◆ Collected data:
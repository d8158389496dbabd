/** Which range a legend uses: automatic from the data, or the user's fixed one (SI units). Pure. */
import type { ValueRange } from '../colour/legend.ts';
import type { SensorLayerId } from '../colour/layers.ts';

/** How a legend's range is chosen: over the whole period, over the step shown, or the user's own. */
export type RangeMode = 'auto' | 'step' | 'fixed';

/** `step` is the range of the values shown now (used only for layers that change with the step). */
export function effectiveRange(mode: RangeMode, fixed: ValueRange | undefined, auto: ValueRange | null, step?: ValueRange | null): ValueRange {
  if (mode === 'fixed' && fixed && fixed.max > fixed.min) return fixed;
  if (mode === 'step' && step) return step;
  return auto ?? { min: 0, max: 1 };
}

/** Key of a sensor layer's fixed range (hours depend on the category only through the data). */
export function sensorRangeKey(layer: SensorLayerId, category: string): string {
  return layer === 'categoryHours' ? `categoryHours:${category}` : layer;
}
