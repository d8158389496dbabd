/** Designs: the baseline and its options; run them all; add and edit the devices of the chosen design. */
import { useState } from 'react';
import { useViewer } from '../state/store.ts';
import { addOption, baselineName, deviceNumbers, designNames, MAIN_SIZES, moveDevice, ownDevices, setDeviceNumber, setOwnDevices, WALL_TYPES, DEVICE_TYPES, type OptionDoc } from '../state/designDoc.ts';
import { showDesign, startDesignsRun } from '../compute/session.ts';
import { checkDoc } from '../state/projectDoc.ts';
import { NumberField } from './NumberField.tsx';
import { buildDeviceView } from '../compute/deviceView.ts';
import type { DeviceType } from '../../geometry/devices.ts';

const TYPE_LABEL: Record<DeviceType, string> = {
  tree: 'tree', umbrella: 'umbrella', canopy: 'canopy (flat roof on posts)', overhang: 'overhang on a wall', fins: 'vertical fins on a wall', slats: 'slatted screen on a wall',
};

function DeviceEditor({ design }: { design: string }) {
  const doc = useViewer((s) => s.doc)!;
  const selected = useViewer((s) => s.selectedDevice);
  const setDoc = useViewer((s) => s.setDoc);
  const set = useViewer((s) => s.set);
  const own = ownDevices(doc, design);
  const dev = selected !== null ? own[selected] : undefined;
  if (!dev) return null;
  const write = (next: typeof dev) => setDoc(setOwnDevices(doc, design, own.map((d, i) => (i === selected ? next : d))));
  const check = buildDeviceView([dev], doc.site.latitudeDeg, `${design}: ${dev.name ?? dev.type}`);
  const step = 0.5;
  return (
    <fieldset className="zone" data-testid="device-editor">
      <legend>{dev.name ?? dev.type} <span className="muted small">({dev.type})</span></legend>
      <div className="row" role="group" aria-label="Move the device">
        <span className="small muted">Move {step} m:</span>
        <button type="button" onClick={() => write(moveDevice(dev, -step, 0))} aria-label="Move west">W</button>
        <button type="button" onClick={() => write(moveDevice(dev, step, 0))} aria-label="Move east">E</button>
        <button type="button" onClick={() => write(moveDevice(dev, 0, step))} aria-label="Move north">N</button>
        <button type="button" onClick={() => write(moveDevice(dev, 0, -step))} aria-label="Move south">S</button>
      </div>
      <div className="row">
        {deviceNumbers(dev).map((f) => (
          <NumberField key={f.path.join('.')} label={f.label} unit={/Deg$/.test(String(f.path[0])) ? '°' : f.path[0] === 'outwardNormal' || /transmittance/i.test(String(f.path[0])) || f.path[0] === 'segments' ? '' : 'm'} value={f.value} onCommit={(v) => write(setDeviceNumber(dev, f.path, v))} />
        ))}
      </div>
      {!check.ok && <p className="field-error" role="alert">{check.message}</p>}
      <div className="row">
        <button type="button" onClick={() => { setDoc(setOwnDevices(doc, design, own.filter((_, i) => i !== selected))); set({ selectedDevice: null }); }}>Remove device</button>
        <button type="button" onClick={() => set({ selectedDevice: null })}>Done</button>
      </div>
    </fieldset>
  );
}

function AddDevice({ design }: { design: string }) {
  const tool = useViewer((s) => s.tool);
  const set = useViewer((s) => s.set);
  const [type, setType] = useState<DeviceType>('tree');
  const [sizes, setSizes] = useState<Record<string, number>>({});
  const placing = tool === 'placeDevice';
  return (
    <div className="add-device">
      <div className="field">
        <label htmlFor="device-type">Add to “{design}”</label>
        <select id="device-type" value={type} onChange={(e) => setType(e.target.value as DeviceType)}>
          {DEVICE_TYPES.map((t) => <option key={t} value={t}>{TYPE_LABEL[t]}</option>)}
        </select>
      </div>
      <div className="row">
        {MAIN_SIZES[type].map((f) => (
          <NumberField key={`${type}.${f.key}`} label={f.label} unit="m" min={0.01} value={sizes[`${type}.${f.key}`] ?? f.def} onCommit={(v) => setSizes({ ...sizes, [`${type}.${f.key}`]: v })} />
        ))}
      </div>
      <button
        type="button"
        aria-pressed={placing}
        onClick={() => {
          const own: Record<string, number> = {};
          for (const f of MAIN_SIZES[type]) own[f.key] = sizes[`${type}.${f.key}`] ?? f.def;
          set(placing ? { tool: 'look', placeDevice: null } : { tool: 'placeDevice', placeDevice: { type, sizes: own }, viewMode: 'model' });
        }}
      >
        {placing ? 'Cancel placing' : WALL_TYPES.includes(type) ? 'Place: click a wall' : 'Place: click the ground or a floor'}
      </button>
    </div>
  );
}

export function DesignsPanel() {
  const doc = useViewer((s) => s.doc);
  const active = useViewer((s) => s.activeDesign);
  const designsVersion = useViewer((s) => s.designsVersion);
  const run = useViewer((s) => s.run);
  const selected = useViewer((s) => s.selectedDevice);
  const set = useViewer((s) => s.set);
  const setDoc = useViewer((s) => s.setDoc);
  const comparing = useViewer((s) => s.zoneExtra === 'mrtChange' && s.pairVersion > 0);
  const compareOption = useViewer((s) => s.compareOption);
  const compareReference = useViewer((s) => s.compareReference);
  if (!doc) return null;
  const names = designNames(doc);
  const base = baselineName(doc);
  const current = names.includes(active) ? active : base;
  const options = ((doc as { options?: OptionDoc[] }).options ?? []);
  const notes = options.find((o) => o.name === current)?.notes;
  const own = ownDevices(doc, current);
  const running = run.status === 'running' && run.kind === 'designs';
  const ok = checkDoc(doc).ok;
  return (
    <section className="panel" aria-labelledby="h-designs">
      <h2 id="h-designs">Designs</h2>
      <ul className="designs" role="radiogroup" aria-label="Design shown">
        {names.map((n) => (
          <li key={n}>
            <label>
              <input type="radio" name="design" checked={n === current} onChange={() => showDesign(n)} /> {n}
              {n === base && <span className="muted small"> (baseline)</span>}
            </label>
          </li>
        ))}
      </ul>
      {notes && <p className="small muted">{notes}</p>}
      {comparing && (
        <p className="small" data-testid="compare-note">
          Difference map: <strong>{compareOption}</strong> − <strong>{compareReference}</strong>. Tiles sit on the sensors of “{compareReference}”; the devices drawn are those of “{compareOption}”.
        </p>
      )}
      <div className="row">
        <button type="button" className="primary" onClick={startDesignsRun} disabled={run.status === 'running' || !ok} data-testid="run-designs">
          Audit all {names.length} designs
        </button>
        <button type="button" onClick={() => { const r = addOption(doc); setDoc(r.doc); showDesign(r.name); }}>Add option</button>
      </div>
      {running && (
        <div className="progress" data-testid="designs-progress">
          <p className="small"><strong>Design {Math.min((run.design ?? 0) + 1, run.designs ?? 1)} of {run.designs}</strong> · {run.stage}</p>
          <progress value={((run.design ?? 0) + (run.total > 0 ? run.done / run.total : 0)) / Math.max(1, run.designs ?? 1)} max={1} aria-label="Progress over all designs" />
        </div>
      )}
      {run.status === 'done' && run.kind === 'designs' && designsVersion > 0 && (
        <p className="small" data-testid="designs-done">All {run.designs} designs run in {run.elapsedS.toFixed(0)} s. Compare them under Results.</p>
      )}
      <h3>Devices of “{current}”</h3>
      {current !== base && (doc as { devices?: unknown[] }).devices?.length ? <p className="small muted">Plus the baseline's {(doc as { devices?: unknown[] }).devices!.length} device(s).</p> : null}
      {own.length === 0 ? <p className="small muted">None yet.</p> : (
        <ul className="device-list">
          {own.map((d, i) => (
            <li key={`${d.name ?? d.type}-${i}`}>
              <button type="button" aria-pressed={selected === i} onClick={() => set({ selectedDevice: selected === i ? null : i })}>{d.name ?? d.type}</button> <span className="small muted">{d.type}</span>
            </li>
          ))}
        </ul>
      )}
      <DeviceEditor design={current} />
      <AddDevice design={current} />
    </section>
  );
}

◆ TO DO: For every line above that holds the word "fieldset", report the whole line.

◆ RESPONSE TO THIS EXERCISE:
    <fieldset className="zone" data-testid="device-editor">
    </fieldset>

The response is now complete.